#### TASK PROMPT
Return only those lines of the listing that hold the word "bands".

#### LISTED RECORDS

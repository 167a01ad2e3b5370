//! The energy account and every number with its definition.
use super::steps::Steps;
use super::value::{Block, Cell, Column, Kind, Row, Section, Table, column, digits};
use crate::estimate::{Number, Value, definition};
use crate::quantity::UnitSystem;
use crate::sheet::Report;
use crate::sheet::text::{number_label, number_words};

const NUMBERS: &[Column] = &[
    column("label", "number", Kind::Name),
    column("id", "id", Kind::Formula),
    column("value", "value", Kind::Number),
    column("si", "value, SI", Kind::Number),
    column("meaning", "definition", Kind::Words),
];

/// The section of the ledger.
pub fn section(report: &Report, system: UnitSystem) -> Section {
    let rows = report.estimate.numbers.iter().map(|number| row(report, number, system)).collect();
    let caption = "every number with its definition".to_owned();
    let mut blocks: Vec<Block> = energy(report).into_iter().collect();
    blocks.push(Block::Table(Table { id: "numbers".to_owned(), caption, columns: NUMBERS, rows }));
    Section::new("ledger", "Ledger", blocks)
}

fn row(report: &Report, number: &Number, system: UnitSystem) -> Row {
    let shown = number_words(number, system);
    let (value, si) = match number.value {
        // Above 1e-9 there is no estimate; what it is below that is rounding, which differs from machine to machine.
        Value::Number(_) if number.id == "energy_residual" => (Cell::words("below 1e-9"), Cell::none()),
        Value::Number(value) => (Cell::shown(shown, value, number.unit), Cell::si(value, number.unit)),
        Value::Text(_) => (Cell::words(&shown), Cell::none()),
    };
    let stem = number.id.split_once('.').map_or(number.id.as_str(), |(stem, _)| stem);
    Row::new(vec![
        Cell::words(&number_label(&number.id, &report.scenario)),
        Cell::words(&number.id),
        value,
        si,
        Cell::words(definition(stem).map_or("", |d| d.meaning)),
    ])
}

/// The account at the lowest point of a straight fall: what the fall gives, and where it has gone.
fn energy(report: &Report) -> Option<Block> {
    let n = &report.estimate.numbers;
    let get = |id: &str| n.get(id);
    let (line, other, absorber, damper) =
        (get("line_work")?, get("other_work")?, get("absorber_work")?, get("damper_work")?);
    let solved = &report.estimate.solved;
    let mut steps = Steps::default();
    if let Some(distance) = get("arrest_distance") {
        let weight = solved.mass_kg * solved.gravity_m_per_s2;
        let numbers = format!("{} × ({} + {})", digits(weight), digits(solved.free_fall_m), digits(distance));
        let given = weight * (solved.free_fall_m + distance);
        steps.step("E", "given by the fall down to the lowest point", ["W (h + x_low)", &numbers], given, "J");
    }
    steps.given("E_1", "elastic energy of the line", line, "J");
    steps.given("E_2", "elastic energy of the other parts", other, "J");
    steps.given("E_s", "taken by the absorber: integral of T over the deployed length", absorber, "J");
    steps.given("E_c", "taken by the dampers: integral of c e′² over time", damper, "J");
    let numbers = format!("{} + {} + {} + {}", digits(line), digits(other), digits(absorber), digits(damper));
    let sum = line + other + absorber + damper;
    steps.step("Σ", "sum, without the energy of motion", ["E_1 + E_2 + E_s + E_c", &numbers], sum, "J");
    Some(steps.table("energy", "energy account at the lowest point"))
}
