//! The figures of a sheet.
use super::drawing::{Anchor, Drawing, Shape};
use super::elevation::elevation;
use super::plot::{Axis, Plot};
use super::value::{Block, Figure, Section};
use crate::estimate::{Envelope, Sample};
use crate::margin::{Margin, Sense};
use crate::quantity::{Dimension, UnitSystem, display_unit, format_si};
use crate::sheet::Report;
use crate::sheet::text::number_label;
use crate::sheet::words::{margin_value, signed};
use crate::study::NumberSpread;

/// Size of a plot.
const SIZE: (f64, f64) = (720.0, 300.0);
/// Points along a curve.
const POINTS: f64 = 700.0;
/// A long run is shown up to this many times the time of its lowest point.
const WINDOW: f64 = 10.0;

/// All figures that apply.
pub fn section(report: &Report, margins: &[Margin], system: UnitSystem) -> Section {
    let window = Window::of(report);
    let mut figures = Vec::new();
    figures.extend(elevation(report, system));
    figures.push(travel(report, &window, system));
    figures.push(force(report, &window, margins, system));
    figures.extend(bars(margins, system));
    figures.extend(spreads(report, system));
    Section::new("figures", "Figures", figures.into_iter().map(Block::Figure).collect())
}

/// The part of the run that is drawn.
struct Window {
    samples: Vec<Sample>,
    end_s: f64,
    cut: bool,
}

impl Window {
    fn of(report: &Report) -> Self {
        let trace = &report.estimate.trace;
        let lowest = report.estimate.numbers.get("time_lowest").unwrap_or(f64::INFINITY);
        let end_s = trace.end_s().min(WINDOW * lowest);
        let samples = trace.samples(0.0, end_s, (end_s / POINTS).max(f64::MIN_POSITIVE));
        Self { samples, end_s, cut: end_s < trace.end_s() }
    }
    fn words(&self) -> String {
        let end = format_si(self.end_s, Dimension::Time, UnitSystem::Metric);
        if self.cut { format!(" Drawn up to {end}; the run goes on.") } else { format!(" The run ends at {end}.") }
    }
    fn axis(&self) -> (Axis, &'static str) {
        (Axis { from: 0.0, to: self.end_s.max(1e-6) }, "time from the start of the fall, s")
    }
}

fn travel(report: &Report, window: &Window, system: UnitSystem) -> Figure {
    let unit = display_unit(Dimension::Length, system);
    let shown = |m: f64| m / unit.factor();
    let values: Vec<(f64, f64)> = window.samples.iter().map(|s| (s.time_s, shown(s.travel_m))).collect();
    let range = Axis::around(values.iter().map(|v| v.1));
    let y = Axis { from: range.to, to: range.from };
    let name = format!("travel past taut, downward, {}", unit.symbol());
    let mut plot = Plot::new(SIZE, window.axis(), (y, &name));
    let envelope = report.estimate.envelope.as_ref();
    if let Some(envelope) = envelope {
        for sign in [1.0, -1.0] {
            plot.curve("bound", &bound(envelope, window.end_s, sign, shown));
        }
        plot.level("bound", shown(envelope.hang_m), "hangs");
    }
    plot.curve("curve", &values);
    let length = |m: f64| format_si(m, Dimension::Length, system);
    let numbers = &report.estimate.numbers;
    let lowest = numbers
        .get("arrest_distance")
        .map_or(String::new(), |m| format!(" The lowest point is {} past taut.", length(m)));
    let rest =
        numbers.get("hang_travel").map_or(String::new(), |m| format!(" It comes to rest {} past taut.", length(m)));
    let bounds = if envelope.is_some() {
        " Dotted: the envelope of its mode about the hang position, carried on to the end."
    } else {
        ""
    };
    let text = format!("Travel of the attachment over time, downward.{lowest}{rest}{bounds}{}", window.words());
    let title = if envelope.is_some() { "Travel over time with its envelope" } else { "Travel over time" };
    Figure { id: "travel", title: title.to_owned(), text, drawing: plot.finish() }
}

fn bound(envelope: &Envelope, end_s: f64, sign: f64, shown: impl Fn(f64) -> f64) -> Vec<(f64, f64)> {
    let (from, to) = (envelope.from_s, end_s);
    (0..=200)
        .map(|n| {
            let t = from + (to - from) * f64::from(n) / 200.0;
            let away = envelope.amplitude_m * (-envelope.decay_per_s * (t - from)).exp();
            (t, shown(envelope.hang_m + sign * away))
        })
        .collect()
}

fn force(report: &Report, window: &Window, margins: &[Margin], system: UnitSystem) -> Figure {
    let unit = display_unit(Dimension::Force, system);
    let shown = |n: f64| n / unit.factor();
    let values: Vec<(f64, f64)> = window.samples.iter().map(|s| (s.time_s, shown(s.force_n))).collect();
    let limit = margins.iter().find(|margin| margin.id == "arrest_force").and_then(|margin| margin.limit);
    let range = Axis::around(values.iter().map(|v| v.1).chain(limit.map(shown)).chain([0.0]));
    let name = format!("line force, {}", unit.symbol());
    let mut plot = Plot::new(SIZE, window.axis(), (range, &name));
    let words = |n: f64| format_si(n, Dimension::Force, system);
    if let Some(limit) = limit {
        plot.level("limit", shown(limit), &format!("limit on the arrest force, {}", words(limit)));
    }
    plot.curve("curve", &values);
    let peak = report.estimate.numbers.get("arrest_force_peak").map_or(String::new(), words);
    let against =
        limit.map_or_else(|| " No limit on it is judged.".to_owned(), |l| format!(" The limit is {}.", words(l)));
    let text = format!("Line force over time; the largest is {peak}.{against}{}", window.words());
    Figure { id: "force", title: "Line force over time with its limit".to_owned(), text, drawing: plot.finish() }
}

/// Height of a row of the margin bars.
const ROW: f64 = 24.0;

fn bars(margins: &[Margin], system: UnitSystem) -> Option<Figure> {
    if margins.is_empty() {
        return None;
    }
    let height = ROW * f64::from(u32::try_from(margins.len()).unwrap_or(0)) + 34.0;
    let mut drawing = Drawing { width: SIZE.0, height, shapes: Vec::new() };
    let (middle, half) = (440.0, 150.0);
    let mut words = |class, at, anchor, words: String| drawing.shapes.push(Shape::Words { class, at, anchor, words });
    words("strong", (middle - 6.0, 14.0), Anchor::End, "short".to_owned());
    words("strong", (middle + 6.0, 14.0), Anchor::Start, "room, as a share of the limit".to_owned());
    let mut y = 24.0;
    let mut told = Vec::new();
    for margin in margins {
        let class = margin.verdict.word();
        let name = format!("{} {}  {}", margin.verdict.symbol(), class, crate::sheet::clean(&margin.label));
        words(class, (4.0, y + 14.0), Anchor::Start, name.clone());
        let room =
            margin.margin.map_or_else(|| "not judged".to_owned(), |m| signed(m, &margin_value(margin, m, system)));
        words("", (SIZE.0 - 4.0, y + 14.0), Anchor::End, room.clone());
        told.push(format!("{} {class}, {room}", crate::sheet::clean(&margin.label)));
        y += ROW;
    }
    y = 24.0;
    for margin in margins {
        if let Some(share) = share(margin) {
            let width = (share.abs() * half).clamp(1.0, half);
            let at = (if share < 0.0 { middle - width } else { middle }, y + 4.0);
            drawing.shapes.push(Shape::Area { class: margin.verdict.word(), at, size: (width, ROW - 9.0) });
        }
        y += ROW;
    }
    drawing.shapes.push(Shape::Line { class: "axis", from: (middle, 20.0), to: (middle, height - 6.0) });
    let text = format!(
        "Room of every check as a share of its limit, to the right where there is room, to the left where it is short; a \
         bar ends at the whole limit. {}.",
        told.join("; ")
    );
    Some(Figure { id: "margins", title: "Margins".to_owned(), text, drawing })
}

/// Room over the limit; over the demand where the limit is the smaller one.
fn share(margin: &Margin) -> Option<f64> {
    let (room, limit, demand) = (margin.margin?, margin.limit?, margin.demand?);
    let of = match margin.sense {
        Sense::AtMost => limit.abs(),
        Sense::AtLeast => limit.abs().max(demand.abs()),
    };
    (of > 0.0).then(|| (room / of).clamp(-1.0, 1.0))
}

/// Ids of the histograms in a fixed order.
const HISTOGRAMS: [&str; 3] = ["spread-1", "spread-2", "spread-3"];

/// The histograms of the largest force and of the first clearances, where they vary.
fn spreads(report: &Report, system: UnitSystem) -> Vec<Figure> {
    let Some(bands) = &report.bands else { return Vec::new() };
    let wanted = |n: &&NumberSpread| {
        n.id == "arrest_force_peak" || n.id == "total_fall_distance" || n.id.starts_with("clearance.")
    };
    // Rounding alone is no spread.
    let varies = |n: &&NumberSpread| n.quantiles[6] - n.quantiles[0] > 1e-6 * n.quantiles[6].abs();
    let numbers = bands.study.spread.numbers.iter().filter(wanted).filter(varies);
    numbers.zip(HISTOGRAMS).map(|(number, id)| histogram(report, number, id, system)).collect()
}

fn histogram(report: &Report, number: &NumberSpread, id: &'static str, system: UnitSystem) -> Figure {
    let unit = display_unit(number.dimension, system);
    let [least, .., most] = number.quantiles.map(|v| v / unit.factor());
    let label = crate::sheet::clean(&number_label(&number.id, &report.scenario));
    let counts: Vec<f64> = number.bars.iter().map(|&n| f64::from(u32::try_from(n).unwrap_or(u32::MAX))).collect();
    let tallest = counts.iter().copied().fold(1.0, f64::max);
    let name = format!("{label}, {}", unit.symbol());
    let x = Axis { from: least, to: most };
    let mut plot = Plot::new(SIZE, (x, &name), (Axis { from: 0.0, to: 1.05 * tallest }, "samples"));
    let width = (most - least) / f64::from(u32::try_from(counts.len()).unwrap_or(1));
    for (at, count) in (0_u32..).zip(&counts) {
        let from = least + width * f64::from(at);
        plot.area("pile", (from, 0.0), (from + width, *count));
    }
    let show = |v: f64| format_si(v, number.dimension, system);
    let [q0, q05, _, q50, _, q95, q100] = number.quantiles;
    let text = format!(
        "{label} over {} samples: from {} to {}, half of them below {}, nine tenths between {} and {}.",
        number.count,
        show(q0),
        show(q100),
        show(q50),
        show(q05),
        show(q95)
    );
    Figure { id, title: format!("Spread of {label}"), text, drawing: plot.finish() }
}
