//! The elevation, to scale.
use super::drawing::{Anchor, Drawing, Shape};
use super::value::Figure;
use crate::estimate::{Elevations, PlaneView};
use crate::quantity::{Dimension, UnitSystem, display_unit, format_si};
use crate::sheet::Report;
use crate::sheet::ticks::ticks;

const WIDTH: f64 = 720.0;
const HEIGHT: f64 = 460.0;
/// Edges of the drawing: left, top, right, bottom.
const EDGE: (f64, f64, f64, f64) = (58.0, 26.0, 190.0, 16.0);

/// The elevation where the file gives one: to scale, from the anchor down to the lowest obstacle.
pub fn elevation(report: &Report, system: UnitSystem) -> Option<Figure> {
    let e = report.estimate.elevations.as_ref()?;
    let mut view = View::new(report, e, system);
    view.scale();
    view.levels(report, e);
    match &report.estimate.plane {
        Some(plane) => view.swing(report, e, plane),
        None => view.straight(e),
    }
    let words = |m: f64| format_si(m, Dimension::Length, system);
    let obstacles: Vec<String> = report
        .scenario
        .obstacles
        .iter()
        .map(|o| format!("{} at {}", crate::sheet::clean(&o.name), words(o.top.si())))
        .collect();
    let below = if obstacles.is_empty() { String::new() } else { format!(" Below: {}.", obstacles.join(", ")) };
    let anchor = e.anchor_m.map_or(String::new(), |a| format!(" The anchor is at {}.", words(a)));
    let beside = if report.estimate.plane.is_some() { ", offsets too" } else { ", four moments side by side" };
    let text = format!(
        "Elevations to scale{beside}.{anchor} The attachment is at {} at the start, at {} when the line comes taut, at {} at the \
         lowest point and at {} at rest; the lowest part of the body comes down to {}, its allowance counted in.{below}",
        words(e.attachment_start_m),
        words(e.attachment_taut_m),
        words(e.attachment_lowest_m),
        words(e.attachment_rest_m),
        words(e.lowest_point_m())
    );
    Some(Figure { id: "elevation", title: "Elevation, to scale".to_owned(), text, drawing: view.drawing })
}

struct View {
    drawing: Drawing,
    /// Elevations at the foot and at the head of the drawing, m.
    low: f64,
    high: f64,
    /// Offset in the middle, m.
    centre: f64,
    /// Lowest height at which the next label may stand.
    labels: Vec<f64>,
    system: UnitSystem,
}

impl View {
    fn new(report: &Report, e: &Elevations, system: UnitSystem) -> Self {
        let tops = report.scenario.obstacles.iter().map(|o| o.top.si());
        let faces = report.scenario.faces.iter().flat_map(|f| [f.bottom.si(), f.top.si()]);
        let plane = report.estimate.plane.as_ref();
        let marks = [e.lowest_point_m(), e.attachment_start_m + 0.3, e.standing_m];
        let all = tops.chain(faces).chain(e.anchor_m).chain(marks);
        let (low, high) = all.fold((f64::INFINITY, f64::NEG_INFINITY), |(l, h), v| (l.min(v), h.max(v)));
        let more = 0.06 * (high - low).max(0.5);
        let centre = plane.map_or(0.0, |p| 0.5 * (p.anchor.offset_m + p.lowest.offset_m));
        let drawing = Drawing { width: WIDTH, height: HEIGHT, shapes: Vec::new() };
        Self { drawing, low: low - more, high: high + more, centre, labels: Vec::new(), system }
    }

    fn per_metre(&self) -> f64 {
        (HEIGHT - EDGE.1 - EDGE.3) / (self.high - self.low)
    }
    fn y(&self, elevation_m: f64) -> f64 {
        EDGE.1 + (self.high - elevation_m) * self.per_metre()
    }
    /// Offsets are to the same scale as elevations.
    fn x(&self, offset_m: f64) -> f64 {
        let middle = 0.5 * (EDGE.0 + WIDTH - EDGE.2);
        (middle + (offset_m - self.centre) * self.per_metre()).clamp(EDGE.0, WIDTH - EDGE.2)
    }
    fn line(&mut self, class: &'static str, from: (f64, f64), to: (f64, f64)) {
        self.drawing.shapes.push(Shape::Line { class, from, to });
    }
    fn words(&mut self, class: &'static str, at: (f64, f64), anchor: Anchor, words: &str) {
        self.drawing.shapes.push(Shape::Words { class, at, anchor, words: words.to_owned() });
    }

    fn scale(&mut self) {
        let unit = display_unit(Dimension::Length, self.system);
        let found = ticks(self.low / unit.factor(), self.high / unit.factor(), 10);
        for &value in &found.values {
            let y = self.y(value * unit.factor());
            self.line("grid", (EDGE.0, y), (WIDTH - EDGE.2, y));
            self.words("faint", (EDGE.0 - 6.0, y + 4.0), Anchor::End, &found.label(value));
        }
        let name = format!("elevation above the datum, {}", unit.symbol());
        self.words("strong", (EDGE.0, 16.0), Anchor::Start, &name);
    }

    /// A label at the right; moved up where one is there already.
    fn label(&mut self, elevation_m: f64, words: &str) {
        let mut y = self.y(elevation_m) + 4.0;
        while self.labels.iter().any(|taken| (taken - y).abs() < 14.0) {
            y -= 3.0;
        }
        self.labels.push(y);
        let shown = format_si(elevation_m, Dimension::Length, self.system);
        let words = if words.chars().count() > 20 {
            format!("{}…", words.chars().take(19).collect::<String>())
        } else {
            words.to_owned()
        };
        self.words("", (WIDTH - EDGE.2 + 6.0, y), Anchor::Start, &format!("{shown} {words}"));
    }

    fn levels(&mut self, report: &Report, e: &Elevations) {
        let (left, right) = (EDGE.0, WIDTH - EDGE.2);
        for obstacle in &report.scenario.obstacles {
            let top = obstacle.top.si();
            let (from, to) = obstacle.extent.map_or((left, right), |(from, to)| (self.x(from.si()), self.x(to.si())));
            let (from, to) = if report.estimate.plane.is_some() { (from, to) } else { (left, right) };
            let y = self.y(top);
            let thick = (self.y(self.low) - y).clamp(3.0, 9.0);
            self.drawing.shapes.push(Shape::Area { class: "ground", at: (from, y), size: (to - from, thick) });
            if let Some(reserve) = obstacle.reserve.filter(|r| r.si() > 0.0) {
                let above = self.y(top + reserve.si());
                self.drawing.shapes.push(Shape::Area {
                    class: "reserve",
                    at: (from, above),
                    size: (to - from, y - above),
                });
            }
            self.label(top, &crate::sheet::clean(&obstacle.name));
        }
        for face in &report.scenario.faces {
            let x = self.x(face.offset.si());
            self.line("wall", (x, self.y(face.bottom.si())), (x, self.y(face.top.si())));
            self.words("", (x, self.y(face.top.si()) - 4.0), Anchor::Middle, &crate::sheet::clean(&face.name));
        }
        self.label(e.lowest_point_m(), "lowest part");
        self.label(e.standing_m, "standing");
        if let Some(anchor) = e.anchor_m {
            self.label(anchor, "anchor");
        }
    }

    /// A body: attachment, and down to its lowest part; the allowance dotted.
    fn body(&mut self, x: f64, attachment_m: f64, e: &Elevations, name: &str, allowance: bool) {
        let foot = attachment_m - e.body_below_attachment_m;
        let (top, bottom) = (self.y(attachment_m), self.y(foot));
        self.line("body", (x, top), (x, bottom));
        if allowance {
            let low = self.y(attachment_m - e.lowest_point_below_attachment_m);
            self.line("bound", (x, bottom), (x, low));
        }
        self.words("", (x + 8.0, top + 4.0), Anchor::Start, name);
    }

    fn straight(&mut self, e: &Elevations) {
        let stations = [
            ("start", e.attachment_start_m, false),
            ("taut", e.attachment_taut_m, false),
            ("lowest", e.attachment_lowest_m, true),
            ("rest", e.attachment_rest_m, true),
        ];
        let step = (WIDTH - EDGE.0 - EDGE.2) / 4.0;
        let mut x = EDGE.0 + 0.5 * step;
        let standing = self.y(e.standing_m);
        self.line("axis", (EDGE.0, standing), (EDGE.0 + step, standing));
        for (name, attachment, allowance) in stations {
            if let Some(anchor) = e.anchor_m {
                let y = self.y(anchor);
                self.line("axis", (x - 9.0, y), (x + 9.0, y));
                self.line("rope", (x, y), (x, self.y(attachment)));
            }
            self.body(x, attachment, e, name, allowance);
            x += step;
        }
    }

    fn swing(&mut self, report: &Report, e: &Elevations, plane: &PlaneView) {
        let (ax, ay) = (self.x(plane.anchor.offset_m), self.y(plane.anchor.elevation_m));
        self.line("axis", (ax - 9.0, ay), (ax + 9.0, ay));
        let (px, py) = (self.x(plane.pivot.offset_m), self.y(plane.pivot.elevation_m));
        self.line("rope", (ax, ay), (px, py));
        let trace = &report.estimate.trace;
        let end = trace.end_s();
        let samples = trace.samples(0.0, end, (end / 300.0).max(f64::MIN_POSITIVE));
        let points =
            samples.iter().filter_map(|s| s.plane.map(|p| (self.x(p.offset_m), self.y(p.elevation_m)))).collect();
        self.drawing.shapes.push(Shape::Path { class: "curve", points });
        for (name, at, allowance) in
            [("start", plane.start, false), ("taut", plane.taut, false), ("lowest", plane.lowest, true)]
        {
            let x = self.x(at.offset_m);
            self.line("rope", (px, py), (x, self.y(at.elevation_m)));
            self.body(x, at.elevation_m, e, name, allowance);
        }
    }
}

#### ANSWER TO THIS TASK
    let Some(bands) = &report.bands else { return Vec::new() };
    let numbers = bands.study.spread.numbers.iter().filter(wanted).filter(varies);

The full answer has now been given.